Model	1	2	3	4	5	Total
EASTARW4	3	8	10	8	0	29
EASTNMM4	1	6	11	13	4	35
WESTARW4	1	12	8	8	0	29
WESTNMM4	1	9	12	10	0	32
WRFARW16	6	15	13	2	2	38
WRFARW32	14	12	10	2	1	39

Table 8. Number of occurrences of model in each performance bin.

Fig 4. Character of reflectivity performance.
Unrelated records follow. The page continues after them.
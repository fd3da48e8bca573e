package org.sunder.stitching;

import static org.junit.jupiter.api.Assertions.assertArrayEquals;
import static org.junit.jupiter.api.Assertions.assertEquals;
import static org.junit.jupiter.api.Assertions.assertNotEquals;
import static org.junit.jupiter.api.Assertions.assertTrue;

import java.nio.file.Path;
import java.util.HashMap;
import java.util.Map;
import java.util.Random;
import org.junit.jupiter.api.Assumptions;
import org.junit.jupiter.api.Test;
import org.junit.jupiter.api.io.TempDir;
import org.sunder.blockwise.graph.EdgeStatistics;
import org.sunder.blockwise.partition.ReducedGraphSolver;
import org.sunder.blockwise.partition.Segmentation;
import org.sunder.blockwise.partition.config.PartitionConfig;
import org.sunder.blockwise.store.StorageFormat;
import org.sunder.blockwise.synth.Degradation;
import org.sunder.stitching.setup.StitchingSetup;
import org.sunder.stitching.solve.GlobalSolve;
import org.sunder.stitching.solve.ReducedGraph;

/**
 * The contract every {@link ReducedGraphSolver} keeps, run against each implementation by a
 * subclass: it returns a valid partition of the nodes (one cluster per node; a node without
 * edges alone; two nodes joined only by attractive voxel edges together, two with only
 * repulsive ones apart), it is deterministic (the same graph, the same clusters, also from a
 * second instance), and, where the method allows it, a blockwise run on exact affinities gives
 * the one-block result.
 */
abstract class ReducedGraphSolverContract {
  private static final long[] SHAPE = {64, 56, 20};
  private static final int[] CHUNK = {8, 8, 4};
  private static final int[] BLOCK = {32, 32, 12};
  private static final int[] HALO = {3, 3, 2};

  @TempDir
  Path dir;

  /** A new instance of the solver under test. */
  abstract ReducedGraphSolver solver();

  /**
   * The partition configuration whose global solve uses this solver and whose blockwise result
   * on exact affinities equals its one-block result; {@code null} when that does not hold for
   * the method (the subclass says why).
   */
  abstract PartitionConfig exactOneBlockConfig();

  @Test
  void everyNodeGetsOneClusterAndANodeWithoutEdgesStaysAlone() {
    Random random = new Random(13);
    for (int trial = 0; trial < 40; trial++) {
      ReducedGraph graph = randomGraph(random, 2 + random.nextInt(40));
      int[] clusters = solver().clusters(graph);
      assertEquals(graph.nodeCount(), clusters.length, "trial " + trial);
      boolean[] hasEdge = new boolean[graph.nodeCount()];
      for (int e = 0; e < graph.edges().size(); e++) {
        hasEdge[(int) graph.edges().u(e)] = true;
        hasEdge[(int) graph.edges().v(e)] = true;
      }
      for (int i = 0; i < clusters.length; i++) {
        for (int j = i + 1; j < clusters.length; j++) {
          if (!hasEdge[i] || !hasEdge[j]) {
            assertNotEquals(clusters[i], clusters[j], "trial " + trial + ": isolated node "
                + (hasEdge[i] ? j : i) + " joined another");
          }
        }
      }
    }
  }

  @Test
  void attractionJoinsAndRepulsionSeparatesTwoNodes() {
    ReducedGraph attract = twoNodes(new double[] {0.8, 1.5, 2.0});
    int[] joined = solver().clusters(attract);
    assertEquals(joined[0], joined[1], "only attractive voxel edges between them");
    ReducedGraph repel = twoNodes(new double[] {-0.8, -1.5, -2.0});
    int[] apart = solver().clusters(repel);
    assertNotEquals(apart[0], apart[1], "only repulsive voxel edges between them");
  }

  @Test
  void theSameGraphGivesTheSameClusters() {
    Random random = new Random(29);
    for (int trial = 0; trial < 20; trial++) {
      ReducedGraph graph = randomGraph(random, 5 + random.nextInt(60));
      int[] first = canonical(solver().clusters(graph));
      assertArrayEquals(first, canonical(solver().clusters(graph)), "trial " + trial);
      ReducedGraph copy = new ReducedGraph(graph.nodeIds().clone(), EdgeStatistics.of(
          graph.edges().copyU(), graph.edges().copyV(), graph.edges().copySum(),
          graph.edges().copyCount(), graph.edges().copyMin(), graph.edges().copyMax()),
          graph.separatedU().clone(), graph.separatedV().clone());
      assertArrayEquals(first, canonical(solver().clusters(copy)), "trial " + trial + " copy");
    }
  }

  /**
   * Exact affinities (an affinity is 1 exactly when both voxels carry the same non-zero label,
   * DESIGN "Synthetic data"): 8 blocks give the one-block result (variation of information 0),
   * the identity check of the design's decisions.
   */
  @Test
  void exactAffinitiesGiveTheOneBlockResult() {
    PartitionConfig config = exactOneBlockConfig();
    Assumptions.assumeTrue(config != null, "the one-block equality does not hold for "
        + solver().name());
    assertEquals(solver().getClass(), GlobalSolve.solverFor(config).getClass());
    TissueScene scene = TissueScene.small(12, SHAPE, Degradation.none());
    Path root = dir.resolve("exact");
    SceneStore.write(scene, root, StorageFormat.ZARR, CHUNK);
    StitchingSetup setup = SceneStore.setup(scene, root, CHUNK, BLOCK, HALO, config);
    assertEquals(8, setup.grid().blockCount());
    InProcessRunner.run(setup);
    Segmentation whole = SceneStore.wholeVolume(scene, config);
    long[] expected = new long[whole.labels().length];
    for (int i = 0; i < expected.length; i++) {
      expected[i] = whole.labels()[i];
    }
    BlockwiseRunTest.assertEqualUpToRenaming(expected, SceneStore.readLabels(setup));
  }

  /** Clusters renumbered by first appearance, so two equal partitions give equal arrays. */
  static int[] canonical(int[] clusters) {
    Map<Integer, Integer> first = new HashMap<>();
    int[] out = new int[clusters.length];
    for (int i = 0; i < clusters.length; i++) {
      out[i] = first.computeIfAbsent(clusters[i], c -> first.size());
    }
    return out;
  }

  private static ReducedGraph twoNodes(double[] voxelWeights) {
    long[] u = new long[voxelWeights.length];
    long[] v = new long[voxelWeights.length];
    java.util.Arrays.fill(v, 1);
    return new ReducedGraph(new long[] {10, 11}, EdgeStatistics.ofEdges(u, v, voxelWeights),
        new int[0], new int[0]);
  }

  /**
   * About {@code 1.5 n} random pairs among the first {@code n - 2} nodes (the last two have no
   * edges), each from 1 to 6 voxel edges with weights from a normal distribution around a
   * per-pair mean; a few pairs kept apart by their block.
   */
  static ReducedGraph randomGraph(Random random, int n) {
    int linked = Math.max(2, n - 2);
    int pairs = 3 * linked / 2;
    long[] u = new long[pairs * 6];
    long[] v = new long[pairs * 6];
    double[] w = new double[pairs * 6];
    int m = 0;
    for (int p = 0; p < pairs; p++) {
      int a = random.nextInt(linked);
      int b = random.nextInt(linked);
      if (a == b) {
        continue;
      }
      double mean = random.nextGaussian();
      int edges = 1 + random.nextInt(6);
      for (int k = 0; k < edges; k++) {
        u[m] = Math.min(a, b);
        v[m] = Math.max(a, b);
        w[m++] = mean + 0.5 * random.nextGaussian();
      }
    }
    EdgeStatistics stats = EdgeStatistics.ofEdges(java.util.Arrays.copyOf(u, m),
        java.util.Arrays.copyOf(v, m), java.util.Arrays.copyOf(w, m));
    int separated = random.nextInt(3);
    int[] su = new int[separated];
    int[] sv = new int[separated];
    for (int i = 0; i < separated; i++) {
      su[i] = random.nextInt(linked - 1);
      sv[i] = su[i] + 1 + random.nextInt(linked - 1 - su[i]);
    }
    long[] ids = new long[n];
    for (int i = 0; i < n; i++) {
      ids[i] = 100 + i;
    }
    return new ReducedGraph(ids, stats, su, sv);
  }
}
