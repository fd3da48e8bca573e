package org.sunder.stitching.solve;

import static org.junit.jupiter.api.Assertions.assertArrayEquals;
import static org.junit.jupiter.api.Assertions.assertEquals;
import static org.junit.jupiter.api.Assertions.assertThrows;

import java.nio.file.Path;
import java.util.ArrayList;
import java.util.Arrays;
import java.util.Collections;
import java.util.List;
import java.util.Random;
import org.junit.jupiter.api.Test;
import org.junit.jupiter.api.io.TempDir;
import org.sunder.blockwise.SunderException;
import org.sunder.blockwise.graph.EdgeStatistics;
import org.sunder.blockwise.grid.IdLayout;
import org.sunder.stitching.task.BlockSummary;

/** Final ids numbered per block from the solved segments equal the driver's single map. */
class SolvedFinalIdsTest {
  private static final IdLayout LAYOUT = new IdLayout(20);

  @TempDir
  Path dir;

  private static BlockSummary summary(int block, int segments, int[] boundary) {
    long[] sizes = new long[segments];
    Arrays.fill(sizes, 1);
    return new BlockSummary(block, sizes, boundary, new int[boundary.length],
        new long[boundary.length], EdgeStatistics.empty(), new long[0], new long[0],
        EdgeStatistics.empty());
  }

  /** Per block maps, built in a shuffled block order, gathered into one array per block. */
  private static long[][] blockwise(List<BlockSummary> summaries, long[] solvedIds,
      int[] clusters, Random random) {
    long[] counts = summaries.stream().mapToLong(BlockSummary::segmentCount).toArray();
    SolvedFinalIds solved = SolvedFinalIds.number(LAYOUT, counts, solvedIds, clusters);
    List<Integer> order = new ArrayList<>();
    for (int b = 0; b < counts.length; b++) {
      order.add(b);
    }
    Collections.shuffle(order, random);
    long[][] maps = new long[counts.length][];
    for (int b : order) {
      maps[b] = BlockIdMap.of(LAYOUT, counts[b], solved.part(b)).finalIds();
    }
    return maps;
  }

  @Test
  void equalsTheSingleMapOnRandomBlocksAndClusters() {
    Random random = new Random(13);
    for (int trial = 0; trial < 200; trial++) {
      int blocks = 1 + random.nextInt(9);
      List<BlockSummary> summaries = new ArrayList<>();
      List<Long> nodes = new ArrayList<>();
      List<Long> others = new ArrayList<>();
      for (int b = 0; b < blocks; b++) {
        int n = random.nextInt(12);
        int[] boundary = n == 0 ? new int[0] : random.ints(1, n + 1).distinct()
            .limit(random.nextInt(n + 1)).sorted().toArray();
        summaries.add(summary(b, n, boundary));
        for (int local = 1; local <= n; local++) {
          long id = LAYOUT.provisional(b, local);
          if (Arrays.binarySearch(boundary, local) >= 0) {
            nodes.add(id);
          } else {
            others.add(id);
          }
        }
      }
      long[] nodeIds = nodes.stream().mapToLong(Long::longValue).toArray();
      int clusterCount = 1 + random.nextInt(Math.max(1, nodeIds.length));
      int[] clusters = random.ints(nodeIds.length, 0, clusterCount).toArray();
      ReducedGraph graph = new ReducedGraph(nodeIds, EdgeStatistics.empty(), new int[0],
          new int[0]);
      // a size filter joins some segments outside the graph to clusters
      long[] joined = others.stream().filter(x -> random.nextInt(4) == 0)
          .mapToLong(Long::longValue).toArray();
      int[] joinedCluster = random.ints(joined.length, 0, clusterCount).toArray();

      FinalIdMap single = FinalIds.assign(LAYOUT, blocks, summaries, graph, clusters, joined,
          joinedCluster);
      long[] solvedIds = new long[nodeIds.length + joined.length];
      int[] solvedClusters = new int[solvedIds.length];
      merge(nodeIds, clusters, joined, joinedCluster, solvedIds, solvedClusters);
      long[][] maps = blockwise(summaries, solvedIds, solvedClusters, random);
      assertArrayEquals(single.finalIds(), maps, "trial " + trial);
      long counts = SolvedFinalIds.number(LAYOUT,
          summaries.stream().mapToLong(BlockSummary::segmentCount).toArray(), solvedIds,
          solvedClusters).finalIdCount();
      assertEquals(single.finalIdCount(), counts, "trial " + trial);
      // consecutive from 1 (the definition of final ids, DESIGN.md's vocabulary)
      long[] all = Arrays.stream(maps).flatMapToLong(m -> Arrays.stream(m, 1, m.length))
          .distinct().sorted().toArray();
      for (int i = 0; i < all.length; i++) {
        assertEquals(i + 1, all[i], "trial " + trial);
      }
    }
  }

  private static void merge(long[] a, int[] ca, long[] b, int[] cb, long[] out, int[] cout) {
    int i = 0;
    int j = 0;
    for (int k = 0; k < out.length; k++) {
      if (j >= b.length || i < a.length && a[i] < b[j]) {
        out[k] = a[i];
        cout[k] = ca[i++];
      } else {
        out[k] = b[j];
        cout[k] = cb[j++];
      }
    }
  }

  /**
   * Worked by hand: block 0 has segments 1..3 with 2 and 3 solved, block 1 has 1..2 with 1
   * solved; clusters {0:2, 1:1} and {0:3}. Block 0: 1 -> 1, 2 -> 2, 3 -> 3; block 1: 1 -> 2
   * (cluster of 0:2), 2 -> 4.
   */
  @Test
  void handWorkedExample() {
    long[] solved = {LAYOUT.provisional(0, 2), LAYOUT.provisional(0, 3),
        LAYOUT.provisional(1, 1)};
    SolvedFinalIds ids = SolvedFinalIds.number(LAYOUT, new long[] {3, 2}, solved,
        new int[] {7, 3, 7});
    assertEquals(4, ids.finalIdCount());
    assertArrayEquals(new long[] {0, 1, 2, 3}, BlockIdMap.of(LAYOUT, 3, ids.part(0)).finalIds());
    assertArrayEquals(new long[] {0, 2, 4}, BlockIdMap.of(LAYOUT, 2, ids.part(1)).finalIds());
    assertEquals(2, ids.finalIdOf(LAYOUT.provisional(1, 1)));
    assertEquals(-1, ids.finalIdOf(LAYOUT.provisional(1, 2)));
  }

  @Test
  void mapsRelabelOnlyTheirBlockAndRoundTripThroughFiles() {
    long[] solved = {LAYOUT.provisional(0, 2), LAYOUT.provisional(1, 1)};
    SolvedFinalIds ids = SolvedFinalIds.number(LAYOUT, new long[] {2, 3}, solved,
        new int[] {0, 0});
    BlockIdMap map = BlockIdMap.of(LAYOUT, 3, ids.part(1));
    Path partFile = dir.resolve("1.part");
    BlockIdMapFile.writePart(partFile, ids.part(1));
    SolvedFinalIds.BlockPart part = BlockIdMapFile.readPart(partFile, 1);
    assertEquals(map, BlockIdMap.of(LAYOUT, 3, part), "the map from the part read back");
    assertThrows(SunderException.class, () -> BlockIdMapFile.readPart(partFile, 0));
    Path file = dir.resolve("1.ids");
    BlockIdMapFile.Stored stored = BlockIdMapFile.write(file, map);
    assertEquals(map, BlockIdMapFile.read(file, 1, stored.checksum()));
    assertThrows(SunderException.class, () -> BlockIdMapFile.read(file, 2, -1));
    long[] labels = {0, LAYOUT.provisional(1, 1), LAYOUT.provisional(1, 3), 5};
    assertEquals(2, map.applyInPlace(labels));
    assertArrayEquals(new long[] {0, 2, 4, 5}, labels);
    assertThrows(SunderException.class,
        () -> map.applyInPlace(new long[] {LAYOUT.provisional(0, 1)}));
    assertThrows(SunderException.class, () -> SolvedFinalIds.number(LAYOUT, new long[] {2, 3},
        new long[] {LAYOUT.provisional(1, 1), LAYOUT.provisional(0, 2)}, new int[] {0, 0}));
  }
}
Model	1	2	3	4	5	Total	Average
EASTARW4	3	16	30	32	0	81	2.79
EASTNMM4	1	12	33	52	20	118	3.37
WESTARW4	1	24	24	32	0	81	2.79
WESTNMM4	1	18	36	40	0	95	2.97
WRFARW16	6	30	39	8	10	93	2.45
WRFARW32	14	24	30	8	5	81	2.08

Table 9. Number of points of model in each evolution bin. Also shows the total and average number of points for each model.

3.2.3 Final Assessment

When comparing these data averages, table 10 indicates the best in the reflectivity category, the SPC NMM cores.

Model	Overall Avg.
EASTARW4	3.02
EASTNMM4	3.51
WESTARW4	2.97
WESTNMM4	3.13
WRFARW16	2.59
WRFARW32	2.23

4. Overall Conclusions

Using NWP in the forecast process to forecast CI and solutions can be difficult. That said, current advancements in technology have afforded us the ability to view a model forecast of radar reflectivity. One can infer from these data storm modes, movement, and evolution. The goal of this project was to give the forecaster a better understanding as to the performance of NWP for convection in the the proximity of the National Weather Service's Wichita County Warning Area.

The results showed that for CI location and time, the NAM40, RUC40, and the 2 LAMs were the best performers with a clear demarcation in performance skill scores. Regarding the performance and evolution of the reflectivity data, the two 4km SPC WRFNMM cores outperformed the remainder of the models.